PROVIDED MATERIAL -
=== Section Start ===

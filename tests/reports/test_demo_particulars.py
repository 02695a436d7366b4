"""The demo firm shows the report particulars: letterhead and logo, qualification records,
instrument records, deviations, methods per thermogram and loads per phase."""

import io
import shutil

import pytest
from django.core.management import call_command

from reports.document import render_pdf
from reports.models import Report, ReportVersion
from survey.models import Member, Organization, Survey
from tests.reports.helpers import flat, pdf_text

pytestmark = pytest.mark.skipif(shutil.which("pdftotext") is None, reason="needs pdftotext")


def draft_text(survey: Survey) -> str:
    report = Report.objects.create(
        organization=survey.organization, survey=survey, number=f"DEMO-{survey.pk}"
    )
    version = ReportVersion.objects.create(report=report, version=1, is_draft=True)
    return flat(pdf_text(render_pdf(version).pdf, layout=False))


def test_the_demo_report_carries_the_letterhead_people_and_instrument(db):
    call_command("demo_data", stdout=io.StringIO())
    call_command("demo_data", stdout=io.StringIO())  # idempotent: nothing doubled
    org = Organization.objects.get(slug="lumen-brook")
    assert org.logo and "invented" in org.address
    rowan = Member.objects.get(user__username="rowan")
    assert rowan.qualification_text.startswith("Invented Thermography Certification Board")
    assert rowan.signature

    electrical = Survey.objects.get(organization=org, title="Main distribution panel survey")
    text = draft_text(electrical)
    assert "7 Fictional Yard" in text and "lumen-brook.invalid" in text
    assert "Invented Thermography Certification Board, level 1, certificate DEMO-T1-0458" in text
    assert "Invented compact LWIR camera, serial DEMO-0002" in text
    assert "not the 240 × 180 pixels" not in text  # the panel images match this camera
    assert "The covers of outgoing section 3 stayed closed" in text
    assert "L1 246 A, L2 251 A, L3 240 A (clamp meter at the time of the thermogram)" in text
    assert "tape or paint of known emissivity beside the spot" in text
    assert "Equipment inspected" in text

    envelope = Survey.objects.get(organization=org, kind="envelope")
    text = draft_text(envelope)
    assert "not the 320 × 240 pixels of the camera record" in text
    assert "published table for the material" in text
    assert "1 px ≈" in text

=== Section End ===

The response has to match the records above word for word.

RESPONSE AREA -
filename tests/reports/test_demo_particulars.py
repository 02695a436d7366b4
"""The demo firm shows the report particulars: letterhead and logo, qualification records,
instrument records, deviations, methods per thermogram and loads per phase."""

import io
import shutil

import pytest
from django.core.management import call_command

from reports.document import render_pdf
from reports.models import Report, ReportVersion
from survey.models import Member, Organization, Survey
from tests.reports.helpers import flat, pdf_text

pytestmark = pytest.mark.skipif(shutil.which("pdftotext") is None, reason="needs pdftotext")


def draft_text(survey: Survey) -> str:
    report = Report.objects.create(
        organization=survey.organization, survey=survey, number=f"DEMO-{survey.pk}"
    )
    version = ReportVersion.objects.create(report=report, version=1, is_draft=True)
    return flat(pdf_text(render_pdf(version).pdf, layout=False))


def test_the_demo_report_carries_the_letterhead_people_and_instrument(db):
    call_command("demo_data", stdout=io.StringIO())
    call_command("demo_data", stdout=io.StringIO())  # idempotent: nothing doubled
    org = Organization.objects.get(slug="lumen-brook")
    assert org.logo and "invented" in org.address
    rowan = Member.objects.get(user__username="rowan")
    assert rowan.qualification_text.startswith("Invented Thermography Certification Board")
    assert rowan.signature

    electrical = Survey.objects.get(organization=org, title="Main distribution panel survey")
    text = draft_text(electrical)
    assert "7 Fictional Yard" in text and "lumen-brook.invalid" in text
    assert "Invented Thermography Certification Board, level 1, certificate DEMO-T1-0458" in text
    assert "Invented compact LWIR camera, serial DEMO-0002" in text
    assert "not the 240 × 180 pixels" not in text  # the panel images match this camera
    assert "The covers of outgoing section 3 stayed closed" in text
    assert "L1 246 A, L2 251 A, L3 240 A (clamp meter at the time of the thermogram)" in text
    assert "tape or paint of known emissivity beside the spot" in text
    assert "Equipment inspected" in text

    envelope = Survey.objects.get(organization=org, kind="envelope")
    text = draft_text(envelope)
    assert "not the 320 × 240 pixels of the camera record" in text
    assert "published table for the material" in text
    assert "1 px ≈" in text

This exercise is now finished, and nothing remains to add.